Event
M.S. Thesis Defense: Doheon Lee
Thursday, July 16, 2026
1:00 p.m.
AVW 1146
Emily Irwin
301 405 0680
eirwin@umd.edu
Announcement: M.S. Thesis Defense
Student Name: Doheon Lee
Committee:
Prof. Shuvra S. Bhattacharyya (Chair)
Dr. Heesung Kwon (Co-Chair)
Prof. Abhinav Shrivastava
Date/Time: July 16, 2026 / 1:00 PM – 3:00 PM
Location: AVW 1146 (ISR)
Title: TIDE: Transition-Informed Decomposition and Encoding for Composed Pose Retrieval
Abstract:
Location: AVW 1146 (ISR)
Title: TIDE: Transition-Informed Decomposition and Encoding for Composed Pose Retrieval
Abstract:
Composed pose retrieval aims to retrieve a target image from a gallery given a reference image and a natural language description of the desired pose transition. Unlike standard image retrieval, this task is inherently relational: the correct target is not the image that is globally most similar to the reference, but the one that best realizes the specified change from it. Existing approaches typically encode the reference and candidate images with holistic visual features, fuse the transition description at a late stage, and rank candidates using simple embedding similarity. This formulation underuses the transition description, since the text should determine not only how the reference is modified, but also which evidence in each candidate image is relevant for comparison. In this paper, we propose TIDE: Transition-Informed Decomposition and Encoding, a framework that uses the transition description to adaptively decompose both reference and candidate images into changed and invariant representations. This allows the same candidate image to be interpreted differently depending on the requested pose transition, focusing the model on the body parts that matter while preserving contextual pose information that should remain stable.
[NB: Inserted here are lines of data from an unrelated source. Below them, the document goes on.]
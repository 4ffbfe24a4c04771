import { randomUUID } from "node:crypto";

const UUID = /^[0-9a-f]{8}(-[0-9a-f]{4}){3}-[0-9a-f]{12}$/;

/** The id that proxy.ts gave the request; a fresh one where a client sent something of its own past it. */
export function requestIdOf(headers: Headers): string {
  const given = headers.get("x-request-id");
  return given && UUID.test(given) ? given : randomUUID();
}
We further introduce CARS: Change-Aware Relational Scorer, a learned matching module that estimates retrieval compatibility through structured interactions between changed and invariant components, replacing fixed cosine similarity with adaptive relational scoring. Across CPR benchmark datasets, TIDE consistently outperforms existing baselines, demonstrating that transition informed decomposition and change aware relational scoring provide a stronger foundation for retrieving human poses according to language specified transformations.